If you make full use of the controls, it is possible to complete the ride without spending any additional money.

Some do that, and I believe most only spend a few pounds on treats - I heard ice creams mentioned quite a few times.

So, as @jefmcg says, about £64 a day is pretty good for being looked after by hosts who understand your needs as a long distance cyclist.


----------



## jefmcg (17 Sep 2015)

Just realised why this seems expensive. Similar rides are usually done for charity, and hide the cost by taking it out of donations. Eg http://www.macmillan.org.uk/get-inv...t-detail/1049/londontopariscyclechallenge2016 seems to only cost £150, but in fact another £608 comes out of the donations, so it's in fact 2.3 times more expensive.


----------



## DCLane (17 Sep 2015)

IMO it's very good value.

PBP cost £120 entry plus extras for things like a bed, shower, food, drinks, etc.

I only used the shower and bed once but ate at every control; £6-10 a time over the number of controls would be about £150.

I'm happy to pay the £320 entry fee.


----------



## Pikey (19 Sep 2015)

I was toying with getting up and entering as I bloody well want to get a place, but I'm an auk member. 

Was still gonna pay the deposit until Mrs P said that I would potentially be taking a place from someone else, not an auk member, when I could just wait for the auk reserved places later.

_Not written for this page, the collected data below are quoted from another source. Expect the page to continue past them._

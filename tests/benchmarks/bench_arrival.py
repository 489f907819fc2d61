"""How long after a 1k frame has landed its after-slew line can be drawn: reducer and picture as the app runs them.

    python tests/benchmarks/bench_arrival.py [--demo DEMO_FOLDER] [--frames N] [--app-poll S]

The demo's frames are laid into 1024 × 1024 pixels of the same sky. The limit of the app is two seconds.
"""

from __future__ import annotations

import argparse
import asyncio
import json
import os
import shutil
import subprocess
import sys
import tempfile
import time
from pathlib import Path
from typing import TYPE_CHECKING

import numpy as np

if TYPE_CHECKING:
    from reduce.campaign.door import Campaign

LIMIT_S = 2.0
SIDE = 1024
HISTORY_NIGHTS = 5
ENOUGH_S = 120.0


def enlarge(path: Path, place: Path, rng: np.random.Generator) -> None:
    """The frame in the middle of a larger one: noise of its own sky about a light, its own mean about the others."""
    from astropy.io import fits

    with fits.open(path) as hdus:
        image = next(hdu for hdu in hdus if hdu.data is not None)
        data, header = image.data.astype(np.float64), image.header
    middle, spread = np.median(data), 1.4826 * np.median(np.abs(data - np.median(data)))
    large = rng.normal(middle, spread, (SIDE, SIDE))
    y, x = (SIDE - data.shape[0]) // 2, (SIDE - data.shape[1]) // 2
    large[y : y + data.shape[0], x : x + data.shape[1]] = data
    for key in ("BSCALE", "BZERO"):
        header.remove(key, ignore_missing=True)
    place.parent.mkdir(parents=True, exist_ok=True)
    fits.PrimaryHDU(np.clip(np.rint(large), 0, 65535).astype(np.uint16), header).writeto(place, overwrite=True)


def new_campaign(demo: Path, folder: Path, frames: Path) -> Campaign:
    """A campaign on the demo's target and stars that has measured nothing yet."""
    from reduce.campaign.door import Campaign
    from reduce.records import Target

    truth = json.loads((demo / "truth.json").read_text())
    names = ("ra_deg", "dec_deg", "z", "ebv_mw", "host_ra_deg", "host_dec_deg")
    target = Target(name=truth["target"], kind="type_ia", **{name: truth[name] for name in names})
    text = (demo / "observatory.toml").read_text()
    return Campaign.create(folder, frames, demo / "comparison.csv", [target], settings_text=text)


def prepare(demo: Path, place: Path) -> tuple[Path, list[Path]]:
    """A campaign with some nights reduced, and the frames of the next night that have not landed yet."""
    from reduce.campaign.door import Campaign

    rng = np.random.default_rng(1)
    nights = sorted((demo / "frames").iterdir())
    for night in nights[: HISTORY_NIGHTS + 1]:
        for path in sorted(night.iterdir()):
            where = "frames" if night != nights[HISTORY_NIGHTS] else "to-come"
            try:
                enlarge(path, place / where / night.name / path.name.removesuffix(".fz"), rng)
            except (OSError, TypeError, StopIteration):
                continue  # the demo has broken files among its frames
    campaign = new_campaign(demo, place / "campaign", place / "frames")
    for report in campaign.reduce():
        print(report.sentence)
    campaign.book.close()
    night = place / "to-come" / nights[HISTORY_NIGHTS].name
    calibration = [p for p in sorted(night.iterdir()) if any(k in p.name for k in ("flat", "bias", "dark"))]
    for path in calibration:  # at the start of the night, long before its first light
        target_place = place / "frames" / night.name / path.name
        target_place.parent.mkdir(exist_ok=True)
        path.rename(target_place)
    for _ in Campaign.open(place / "campaign").reduce():
        pass
    return place / "campaign", sorted(night.iterdir())


async def land(campaign: Path, frames: list[Path], poll_s: float) -> list[float]:
    """Seconds from each frame's landing to a snapshot that holds its after-slew line."""
    from tui.live import LiveDesk

    desk, times = LiveDesk(campaign), []
    snapshot, seen = await desk.snapshot(), desk.stamp()
    for path in frames:
        place = Path(str(path).replace("to-come", "frames"))
        await asyncio.sleep(3.0)  # between exposures the reducer is idle
        place.parent.mkdir(exist_ok=True)
        shutil.copyfile(path, place.with_suffix(".part"))
        place.with_suffix(".part").rename(place)
        began = time.monotonic()
        marks: list[str] = []
        while time.monotonic() - began < ENOUGH_S:
            if (stamp := desk.stamp()) != seen:
                seen, asked = stamp, time.monotonic()
                snapshot = await desk.snapshot()
                marks.append(f"{asked - began:.2f}+{time.monotonic() - asked:.2f}")
                if snapshot.after_slew is not None and snapshot.after_slew.file == place.name:
                    break
            await asyncio.sleep(poll_s)
        times.append(time.monotonic() - began)
        line = snapshot.after_slew
        pictures = ", ".join(marks)
        print(f"{place.name}: {times[-1]:.2f} s  (pictures asked at + took: {pictures})  {line and line.advice}")
    desk.close()
    return times


def main() -> None:
    """Print one line a frame and the summary."""
    parser = argparse.ArgumentParser(description=__doc__)
    parser.add_argument("--demo", type=Path)
    parser.add_argument("--place", type=Path, help="Where to work; what an earlier run prepared there is used.")
    parser.add_argument("--frames", type=int, default=8)
    parser.add_argument("--app-poll", type=float, default=None)
    args = parser.parse_args()
    from reduce.runner import prepare_processes
    from tui.app import POLL_S
    from tui.reducer_process import ReducerProcess

    place = args.place or Path(tempfile.mkdtemp(prefix="bench-arrival-"))
    demo = args.demo
    if demo is None:
        demo = place / "demo"
        subprocess.run([sys.executable, "-m", "tui.cli", "demo", "--headless", "--folder", str(demo)], check=True)
    os.environ["OPENBLAS_NUM_THREADS"] = "1"
    if (place / "campaign").exists():
        campaign, frames = place / "campaign", sorted(next((place / "to-come").iterdir()).iterdir())
        frames = [path for path in frames if not Path(str(path).replace("to-come", "frames")).exists()]
    else:
        campaign, frames = prepare(demo, place)
    prepare_processes(("reduce.campaign.picture",))
    reducer = ReducerProcess(campaign, print)
    reducer.keep_running()
    try:
        poll_s = POLL_S if args.app_poll is None else args.app_poll
        times = asyncio.run(land(campaign, frames[: args.frames], poll_s))
    finally:
        reducer.stop()
    times = times[1:]  # the first pays for the start of the processes
    late = sum(value > LIMIT_S for value in times)
    print(f"median {np.median(times):.2f} s, longest {max(times):.2f} s of {len(times)}; {late} later than {LIMIT_S} s")
    print("load of this machine:", *(f"{value:.1f}" for value in os.getloadavg()))


if __name__ == "__main__":
    main()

I think she was right, and I listened to her, not at all to use as leverage to get my new trike early for the event you understand....


----------



## Pikey (19 Sep 2015)

DCLane said:


> However, if you were an Audax UK member in early March you've 2 weeks advance entry in Jan 2017 before it opens to all and sundry.
> 
> I'll wait until then methinks ...



I just hope there are enough places for us auks and there aren't any server overloads for two weeks etc... Eeeek.


----------



## jefmcg (19 Sep 2015)

Pikey said:


> I just hope there are enough places for us auks and there aren't any server overloads for two weeks etc... Eeeek.



There will be. In 2013, they eventually offered places to everyone on the waiting list that was an AUK member when the entries went on sale, so they have a fair idea of how many AUK member will take it up. 4-600 apparently.

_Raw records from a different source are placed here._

"""What pulsating stars of each type look like: the prior knowledge that tells types and aliases apart."""

from __future__ import annotations

import csv
import math
from dataclasses import dataclass
from functools import cache
from importlib.resources import files

import numpy as np

from reduce.records import Floats

I_PER_V = 0.62
"""Amplitude in I relative to V (common practice)."""
OUTSIDE = 1e-30
"""Density per dex of periods that no star of the type has."""
BROAD = 0.02
"""Share of stars that are nothing like the median of their type."""


@dataclass(frozen=True, slots=True)
class Shape:
    """A light curve's common shape in mag of V: amplitudes of the harmonics with their errors, (n,)."""

    size: Floats
    err: Floats
    peak_to_peak: float

    def ratio(self, k: int) -> tuple[float, float]:
        """R_k1 and its error."""
        first = max(float(self.size[0]), 1e-6)
        value = float(self.size[k - 1]) / first
        return value, float(np.hypot(self.err[k - 1], value * self.err[0])) / first


@dataclass(frozen=True, slots=True)
class PulsatorType:
    """One mode of pulsation."""

    name: str
    share: float
    """Of the stars of its kind that are not known to be of one mode or the other."""
    first_mag: float
    """Prior standard deviation of both coefficients of the first harmonic, V."""
    fall: tuple[float, ...]
    """The same of the higher harmonics relative to the one before; the last one holds for all that follow."""
    band_freedom: float
    """Prior standard deviation of a band's own coefficients about the common ones, relative to these (phase lags)."""
    flat_range_d: tuple[float, float] | None
    """Range of periods within which every ln P is as probable as any other; None: as in the catalogue."""

    def harmonic_prior(self, n: int) -> Floats:
        """(2n,) prior standard deviations of the coefficients cos 1, sin 1, cos 2, … in mag of V."""
        steps = [1.0, *(self.fall[min(k, len(self.fall) - 1)] for k in range(n - 1))]
        return np.repeat(self.first_mag * np.cumprod(steps), 2)

    def log_prior(self, period_d: float, shape: Shape) -> float:
        """ln of the density of ln P, the type's share and how usual the shape is at this period."""
        table = _table()[self.name]
        x = math.log10(period_d)
        if self.flat_range_d is None:
            density = float(np.interp(x, table["log_p"], table["density_per_dex"], left=0.0, right=0.0)) + OUTSIDE
        else:
            low, high = (math.log10(edge) for edge in self.flat_range_d)
            density = 1.0 / (high - low) if low <= x <= high else OUTSIDE
        usual = 0.0
        figures = (
            ("a_i", I_PER_V * shape.peak_to_peak, I_PER_V * 2.0 * float(shape.err[0])),
            ("r21", *shape.ratio(2)),
            ("r31", *shape.ratio(3)),
        )
        for name, value, err in figures:
            middle, width = self._expected(name, x)
            usual += _log_mixture(value - middle, math.hypot(width, err))
        return math.log(self.share * density) + usual

    def _expected(self, name: str, log_p: float) -> tuple[float, float]:
        table = _table()[self.name]
        middle, width = (float(np.interp(log_p, table["log_p"], table[key])) for key in (name, f"{name}_sd"))
        return middle, width


def _log_mixture(distance: float, width: float) -> float:
    """ln of a Gaussian with a broad foot, scaled to 1 at its middle where the width is that of the type."""
    return math.log((1.0 - BROAD) * math.exp(-0.5 * (distance / width) ** 2) / width + BROAD)


@cache
def _table() -> dict[str, dict[str, Floats]]:
    text = (files("reduce.candles") / "tables" / "pulsators.csv").read_text(encoding="utf-8")
    rows = list(csv.DictReader(line for line in text.splitlines() if not line.startswith("#")))
    names = sorted({row["type"] for row in rows})
    return {
        name: {
            key: np.array([float(row[key]) for row in rows if row["type"] == name]) for key in rows[0] if key != "type"
        }
        for name in names
    }


FUNDAMENTAL = PulsatorType("fundamental", 0.9, 0.2, (0.5, 0.55, 0.6), 0.25, (1.0, 100.0))
FIRST_OVERTONE = PulsatorType("first overtone", 0.1, 0.12, (0.25, 0.4, 0.6), 0.25, None)
RRAB = PulsatorType("RRab", 0.75, 0.27, (0.5, 0.7, 0.65), 0.1, None)
RRC = PulsatorType("RRc", 0.25, 0.16, (0.2, 0.5, 0.6), 0.1, None)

But they have already said that if all 6000 eligible AUKs want to ride, they will accommodate them.

https://yacf.co.uk/forum/index.php?topic=92921.msg1919591#msg1919591

Alwyn speaks with authority.


----------



## Pikey (19 Sep 2015)

jefmcg said:


> There will be. In 2013, they eventually offered places to everyone on the waiting list that was an AUK member when the entries went on sale, so they have a fair idea of how many AUK member will take it up. 4-600 apparently.
> 
> But they have already said that if all 6000 eligible AUKs want to ride, they will accommodate them.
> 
> ...





My mind is officially at rest.

I'd better get my backside into gear and buy my trike then!


----------



## PpPete (20 Sep 2015)

Pale Rider said:


> I
> If you make full use of the controls, it is possible to complete the ride without spending any additional money.
> Some do that, and I believe most only spend a few pounds on treats - I heard ice creams mentioned quite a few times.

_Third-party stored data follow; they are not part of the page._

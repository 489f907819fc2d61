"""Bytes that the app writes to a terminal of 80x24 in 256 colours, for what an observer does.

``python tests/benchmarks/bench_wire.py [CAMPAIGN]`` runs the real program under a pseudo-terminal, on an invented
campaign or on a campaign folder, and prints bytes beside their bounds. It exits with 1 where a bound is broken.
"""

from __future__ import annotations

import argparse
import fcntl
import os
import pty
import select
import signal
import struct
import sys
import termios
import time
from collections.abc import Callable, Iterable
from pathlib import Path

COLUMNS, ROWS = 80, 24
QUIET_S, FIRST_S = 1.5, 6.0
"""An answer is over when nothing has come for so long, on a busy machine too; its first byte may take longer. A picture
is fetched 0.15 s after the cursor has rested."""
IDLE_S = 10.0
FAKE_APP = Path(__file__).parents[1] / "terminal" / "fake_app.py"
BOUNDS = {"cursor": 200, "replot": 6000, "preview": 6000, "idle": 0}
"""Of the plan for the app at 80x24 in 256 colours, bytes."""
KEYS = {"up": "\x1b[A", "down": "\x1b[B", "right": "\x1b[C", "left": "\x1b[D", "enter": "\r", "escape": "\x1b"}

Step = tuple[str, str, str]
"""(what it is, key, bound or "")."""
STEPS: tuple[Step, ...] = (
    ("to Frames", "2", ""),
    ("cursor and picture", "up", "preview"),
    ("cursor and picture", "up", "preview"),
    ("full screen", "v", ""),
    ("cursor on the picture", "right", "cursor"),
    ("cursor on the picture", "up", "cursor"),
    ("zoom in", "+", "preview"),
    ("zoom in", "+", "preview"),
    ("read the star", "enter", "replot"),
    ("next star", ".", "replot"),
    ("blink", "b", "preview"),
    ("blink back", "b", "preview"),
    ("whole frame", "0", "preview"),
    ("frame before", "\x1b[5~", "preview"),
    ("in dots", "m", "preview"),
    ("back", "escape", ""),
    ("to Field", "3", ""),
    ("star cursor", "down", "cursor"),
    ("residuals against", "c", "replot"),
    ("next band", "b", "replot"),
    ("to Light curve", "4", ""),
    ("point cursor", "left", ""),
    ("point cursor", "left", "cursor"),
    ("point cursor", "left", "cursor"),
    ("hide a band", "V", "replot"),
    ("half the days", "+", "replot"),
    ("all days", "0", "replot"),
    ("to Distance", "5", ""),
)


class Terminal:
    """A program under a pseudo-terminal; ``close`` ends it."""

    def __init__(self, argv: list[str]) -> None:
        environment = {k: v for k, v in os.environ.items() if k not in ("COLUMNS", "LINES", "NO_COLOR", "COLORTERM")}
        environment |= {"TERM": "xterm-256color", "LANG": "C.UTF-8", "TZ": "UTC"}
        self.pid, self.terminal = pty.fork()
        if self.pid == 0:
            os.execvpe(argv[0], argv, environment)
        fcntl.ioctl(self.terminal, termios.TIOCSWINSZ, struct.pack("HHHH", ROWS, COLUMNS, 0, 0))

    def read(self, quiet_s: float, first_s: float) -> bytes:
        """What comes until it is quiet; the first byte may take longer."""
        found = b""
        while select.select([self.terminal], [], [], quiet_s if found else first_s)[0]:
            try:
                found += os.read(self.terminal, 65536)
            except OSError:
                break
        return found

    def press(self, key: str) -> int:
        """Bytes that answer a key."""
        os.write(self.terminal, KEYS.get(key, key).encode())
        return len(self.read(QUIET_S, FIRST_S))

    def wait(self, seen: Callable[[bytes], bool], timeout_s: float) -> int:
        """Bytes until the app shows something."""
        found, end = b"", time.monotonic() + timeout_s
        while not seen(found):
            if time.monotonic() > end:
                raise SystemExit("The app did not show its campaign in time.")
            found += self.read(0.2, 0.2)
        return len(found + self.read(QUIET_S, QUIET_S))

    def close(self) -> None:
        """Quit, and make sure of it."""
        os.write(self.terminal, b"q")
        self.read(QUIET_S, QUIET_S)
        os.close(self.terminal)
        try:
            os.kill(self.pid, signal.SIGHUP)
        except ProcessLookupError:
            return
        os.waitpid(self.pid, 0)


def measured(terminal: Terminal, steps: Iterable[Step]) -> list[tuple[str, str, int, str]]:
    """(what, key, bytes, bound) of each step, and what comes unasked while nothing is done."""
    rows = [(what, repr(key), terminal.press(key), bound) for what, key, bound in steps]
    start, idle = time.monotonic(), 0
    while time.monotonic() < start + IDLE_S:
        idle += len(terminal.read(0.5, 0.5))
    return [*rows, (f"nothing for {IDLE_S:.0f} s", "", idle, "idle")]


def main() -> int:
    """Print the table."""
    parser = argparse.ArgumentParser(description=__doc__, formatter_class=argparse.RawDescriptionHelpFormatter)
    parser.add_argument("campaign", nargs="?", type=Path)
    asked = parser.parse_args()
    program = [sys.executable, str(FAKE_APP)]
    if asked.campaign is not None:
        program = [str(Path(sys.executable).with_name("fadeline")), "open", str(asked.campaign)]
    terminal = Terminal(program)
    try:
        first = terminal.wait(lambda shown: b"Distance" in shown and b"of " in shown, 120.0)
        print(f"{'first screens':24}{'':12}{first:8}")
        rows = measured(terminal, STEPS)
    finally:
        terminal.close()
    broken = 0
    for what, key, n, bound in rows:
        over = bool(bound) and n > BOUNDS[bound]
        broken += over
        note = f"{bound} <= {BOUNDS[bound]}{'   OVER' if over else ''}" if bound else ""
        print(f"{what:24}{key:12}{n:8}  {note}")
    return 1 if broken else 0


if __name__ == "__main__":
    sys.exit(main())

Over the course of the 5 days of the 2013 edition I really pushed the boat out and managed to spend a whole £5 outside of the controls.
An ice-cream at Alston on the Monday afternoon after Yad Moss, another one, and a can of coke, on the Thursday afternoon (it was the hottest day of the year)


----------



## Pale Rider (20 Sep 2015)

PpPete said:


> Over the course of the 5 days of the 2013 edition I really pushed the boat out and managed to spend a whole £5 outside of the controls.
> An ice-cream at Alston on the Monday afternoon after Yad Moss, another one, and a can of coke, on the Thursday afternoon (it was the hottest day of the year)



Top man.

Purely hypothetically, if I completed LEL I'm sure my ice cream sense of entitlement number would be greater than two.


----------



## jefmcg (20 Sep 2015)

I had one ice cream I think, but the last day I spent up big on a slap up breakfast (as Pocklington had run out of hot food) when I was still pretending I could finish, and a piggy lunch in Market Rasen, while waiting for my train of shame after abandoning.







I don't expect either to happen next time, cause the team are well aware of the food running out problem, at that is one reason it's going to be a little more expensive; and I am am not abandoning next time. You can prise that bike out of my cold, dead hands otherwise I will be in London.


----------



## Simpleton (20 Sep 2015)

I'll be there. I'm looking forward to this ride and the organisation behind it.


----------



## Pale Rider (20 Sep 2015)

jefmcg said:


> You can prise that bike out of my cold, dead hands otherwise I will be in London.



A couple of the riders said to me they regarded LEL as more of a mental challenge than a physical one.

Clearly, you need to be physically able to complete any ride, but with that attitude, I have no doubt you will do it.


----------